“Presenteeism at work penalizes women who have to work a double day”

Marie Pezé, doctor of psychology, psychoanalyst and founder of Suffering and work networkwhich now has two hundred consultations in France, explains how women are more affected than men by burn-out. “In our country, women must adapt to excessive hours, in a work organization designed for men”, she says. She adds that there are specific risks for their health: at the cardiovascular, hormonal and gynecological levels.

Have you noticed an evolution of the professional burnout syndrome, observed for the first time in caregivers in 1974?

Burnout, in 2024, does not present itself as that described by the American psychiatrist Freudenberger in the 1970s, with moral and physical exhaustion, cynicism and detachment from the work we loved. We now know, thanks to the work of Dares [direction de l’animation de la recherche, des études et des statistiques] of 2019, that 47% of employees are suffering at work, due to “ethical conflicts”. The breeding ground for burnout today is not only the intensification of work, it is also the idea of ​​doing “dirty work”. The conditions – lack of time, resources and staff – do not allow “working well”.

So how, physically, does burnout manifest itself today?

It’s mainly the brain that says stop. The psyche wants to continue at all costs, because the employee is caught up in injunctions of excellence and speed with new technologies, but the brain stops. All patients say it: “At one point, my brain got stuck. » Or: “I passed out.” » Or: “I had a stroke. » This is the moment when the body, wiser than the psyche, prisoner of the speed demanded of it, will reach its physiological limits and collapse.

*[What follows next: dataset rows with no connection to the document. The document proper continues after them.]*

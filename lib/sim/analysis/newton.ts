/**
 * Newton–Raphson on the MNA equations with device-level junction limiting and a per-device current convergence test
 * (Nagel 1975, ERL-M520; REFERENCES §1.5), and the DC fallbacks in order: damped Newton (every node's change per
 * iteration bounded), gmin stepping and source stepping (Najm, "Circuit Simulation", 2010, DC chapter; Grasser 1999
 * §6.2.1 — REFERENCES §2.4). Nothing in the Newton loop allocates.
 */
import { type Circuit, MODE_DC } from "../circuit";
import { SimError } from "../errors";
import { LU_REORDER } from "../sparse";
import { checkpoint } from "../checkpoint";

/** V: largest node-voltage change per iteration in the damped-Newton stage of the DC solve */
const DAMPED_STEP = 2;
/** iterations of plain Newton before the damped stage */
const PLAIN_ITER = 25;

/** One matrix load at c.x into c.mat / c.rhs: the constant stamps are copied in, then the dynamic ones added. */
export function loadAll(c: Circuit): void {
  const m = c.mat;
  // One block copy of the constant stamps (a memcpy: several times faster than copying only the LU's positions one
  // by one). Positions the LU does not use get static values too, which nothing reads; fill-in positions are zero in
  // staticMat, as a factorisation needs them. The spare ground row/column is reset so it cannot grow.
  m.set(c.staticMat);
  if (c.lu.analysed) {
    const T = c.trash;
    for (let q = 0; q < T.length; q++) m[T[q]] = 0;
  }
  c.rhs.fill(0);
  c.noncon = 0;
  const els = c.dynamicElements;
  for (let i = 0; i < els.length; i++) els[i].load(c);
  const gs = c.gshunt;
  if (gs !== 0) {
    const d = c.diag;
    for (let i = 0; i < d.length; i++) c.mat[d[i]] += gs;
  }
}

/** Factor and solve c.mat·out = c.rhs (c.mat is overwritten by its factors); throws "singular" naming the unknown. */
export function solveInto(c: Circuit, out: Float64Array): void {
  const lu = c.lu;
  const m = c.mat, bk = c.matBackup;
  // factor() writes only structural/fill positions, so those are all a retry needs restored (the backup is one
  // block copy, cheaper than copying those positions one by one)
  const P = lu.positions;
  bk.set(m);
  let r = lu.analysed ? lu.factor(m) : LU_REORDER;
  if (r === LU_REORDER) {
    for (let q = 0; q < P.length; q++) m[P[q]] = bk[P[q]];
    const bad = lu.analyse(c.mat);
    if (bad >= 0) throw singular(c, bad);
    // fill-in positions of the new order may hold stale factors from an older one: they start at zero
    const P2 = lu.positions, st = c.structure;
    for (let q = 0; q < P2.length; q++) if (!st[P2[q]]) m[P2[q]] = 0;
    r = lu.factor(c.mat);
    if (r !== -1) throw singular(c, r === LU_REORDER ? 0 : r);
  }
  lu.solve(c.mat, c.rhs, out);
  out[c.n] = 0;
}

function singular(c: Circuit, k: number): SimError {
  return new SimError(
    "singular",
    `Singular circuit matrix at ${c.unknownNames[k] ?? `unknown ${k}`}: the circuit has no unique solution there ` +
      `(check for a floating node, a loop of voltage sources, or a current source in series with nothing else)`,
  );
}

/**
 * Newton iterations from c.x. Returns true when converged (solution left in c.x).
 * Convergence: every unknown's update within reltol·|x| + (vntol for voltages | abstol for currents) and no device
 * limited its voltages in the last load.
 */
export function newton(c: Circuit, maxIter: number, maxNodeStep = 0): boolean {
  const n = c.n;
  const nn = c.numNodes;
  const { reltol, vntol, abstol } = c.tol;
  for (let iter = 0; iter < maxIter; iter++) {
    c.newtonIterations++;
    loadAll(c);
    const xn = c.xNew;
    try {
      solveInto(c, xn);
    } catch (e) {
      // A matrix singular at the very first iteration of an analysis is the circuit's own fault (reported as
      // such); one that turns singular later (a device driven into a corner where its slopes vanish) is a failed
      // Newton run, for the caller's next strategy or a smaller time step.
      if (!(e instanceof SimError) || e.code !== "singular" || (iter === 0 && c.strictSingular)) throw e;
      c.worstUnknown = -1;
      c.singularAt = e.message;
      return false;
    }
    c.strictSingular = false;
    const xo = c.x;
    if (maxNodeStep > 0 && iter > 0) {
      // damped Newton: shrink the whole update so no node voltage moves more than maxNodeStep (the first
      // iteration is left whole, so nodes fixed by sources land at once)
      let big = 0;
      for (let i = 0; i < nn; i++) { const d = Math.abs(xn[i] - xo[i]); if (d > big) big = d; }
      if (big > maxNodeStep) {
        const a = maxNodeStep / big;
        for (let i = 0; i < n; i++) xn[i] = xo[i] + a * (xn[i] - xo[i]);
        c.noncon++;
      }
    }
    let ok = true;
    let worst = -1;
    let worstRatio = 0;
    for (let i = 0; i < n; i++) {
      const a = xn[i], b = xo[i];
      if (a !== a) { ok = false; worst = i; worstRatio = Infinity; break; } // NaN
      const tol = reltol * Math.max(Math.abs(a), Math.abs(b)) + (i < nn ? vntol : abstol);
      const r = Math.abs(a - b) / tol;
      if (r > 1) { ok = false; if (r > worstRatio) { worstRatio = r; worst = i; } }
    }
    c.xNew = xo;
    c.x = xn;
    if (worstRatio === Infinity) { c.worstUnknown = worst; c.x.fill(0); return false; }
    if (ok && c.noncon === 0 && iter > 0) return true;
    c.worstUnknown = worst;
    // every 32nd iteration of the whole analysis (continuation makes many short Newton runs; a transient's step loop
    // polls on its own)
    if ((c.newtonIterations & 31) === 0) checkpoint(c);
  }
  return false;
}

/** Name of the unknown that moved most in the last failed Newton run. */
export function worstName(c: Circuit): string {
  if (c.worstUnknown >= 0) return c.unknownNames[c.worstUnknown] ?? "?";
  return c.singularAt ? `a singular matrix (${c.singularAt.replace(/ \(check.*$/, "")})` : "(none)";
}

/**
 * DC operating point from the guess in c.x: plain Newton, then gmin stepping, then source stepping.
 * Throws SimError "convergence" naming the node that would not settle and every method tried.
 */
export function solveDc(c: Circuit, what: string): void {
  c.mode = MODE_DC;
  c.strictSingular = true;
  c.singularAt = "";
  const maxIter = c.tol.maxNewton;
  const guess = c.x.slice();
  c.dcMethod = "newton";
  // plain Newton gets a shorter leash: a circuit it can solve converges well within it, and one where it cycles
  // between saturated states should reach the damped stage quickly
  const plainIter = Math.min(maxIter, PLAIN_ITER);
  if (newton(c, plainIter)) return;
  const tried: string[] = [`Newton–Raphson (${plainIter} iterations; largest change at ${worstName(c)})`];

  // damped Newton: a high-gain loop with saturating parts (op-amp, pass device) can make plain Newton jump between
  // the rails forever; limiting every node's change per iteration (the direction-preserving "damped Newton" of the
  // limiting schemes, Najm 2010 ch. on DC analysis) walks it to the solution instead.
  c.x.set(guess);
  c.dcMethod = "damped";
  if (newton(c, 2 * maxIter, DAMPED_STEP)) return;
  tried.push(`damped Newton (${2 * maxIter} iterations, ≤ ${DAMPED_STEP} V per step; largest change at ${worstName(c)})`);

  // gmin stepping: a shunt from every node to ground, from 1e-2 S down to nothing; the reduction factor adapts
  // (÷10 while steps converge, its square root after a failure, from the last converged solution).
  c.x.set(guess);
  const good = new Float64Array(c.x.length);
  let gs = 1e-2;
  let factor = 10;
  let gmOk = false;
  c.gshunt = gs;
  let first = newton(c, maxIter);
  if (!first) { c.gshunt = gs = 1; c.x.set(guess); first = newton(c, maxIter); }
  if (first) {
    good.set(c.x);
    for (let guard = 0; guard < 200; guard++) {
      const next = gs / factor;
      c.gshunt = next <= 1e-13 ? 0 : next;
      if (newton(c, maxIter)) {
        if (c.gshunt === 0) { gmOk = true; break; }
        gs = next;
        good.set(c.x);
        factor = Math.min(factor * factor, 10);
      } else {
        c.x.set(good);
        factor = Math.sqrt(factor);
        if (factor < 1.05) break;
      }
    }
  }
  c.gshunt = 0;
  c.dcMethod = "gmin";
  if (gmOk) return;
  tried.push(`gmin stepping (stuck at ${gs.toExponential(1)} S; largest change at ${worstName(c)})`);

  // source stepping: scale every independent source from 0 to 1, adapting the increment.
  c.x.fill(0);
  const last = new Float64Array(c.x.length);
  let alpha = 0;
  let step = 0.1;
  c.srcScale = 0;
  let ok = newton(c, maxIter);
  if (!ok) {
    // with all sources off a tiny shunt helps the first solve
    c.gshunt = 1e-9;
    ok = newton(c, maxIter);
    c.gshunt = 0;
  }
  if (ok) {
    last.set(c.x);
    while (alpha < 1) {
      const next = Math.min(1, alpha + step);
      c.srcScale = next;
      if (newton(c, maxIter)) {
        alpha = next;
        last.set(c.x);
        step = Math.min(step * 2, 0.5);
      } else {
        c.x.set(last);
        step /= 4;
        if (step < 1e-6) break;
      }
    }
  }
  c.srcScale = 1;
  c.dcMethod = "source";
  if (alpha >= 1) return;
  tried.push(`source stepping (stuck at ${(alpha * 100).toFixed(4)} % of the sources; largest change at ${worstName(c)})`);
  throw new SimError("convergence", `No convergence for ${what} at ${worstName(c)}. Tried: ${tried.join("; ")}`);
}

Do you think women may be more affected?

Yes, the figures of Epidemiological bulletin of March 5 from Public Health France corroborate what work clinicians have been saying for years: psychological suffering linked to work is twice as high among women, who are more affected by anxiety and depressive disorders. In an organization of work historically set up by men for men’s bodies, women must try to find their place “against”. In France, where you have to prove your commitment to the company through presenteeism, women are penalized by the double day, the mental load linked to family and domestic life, always invisible.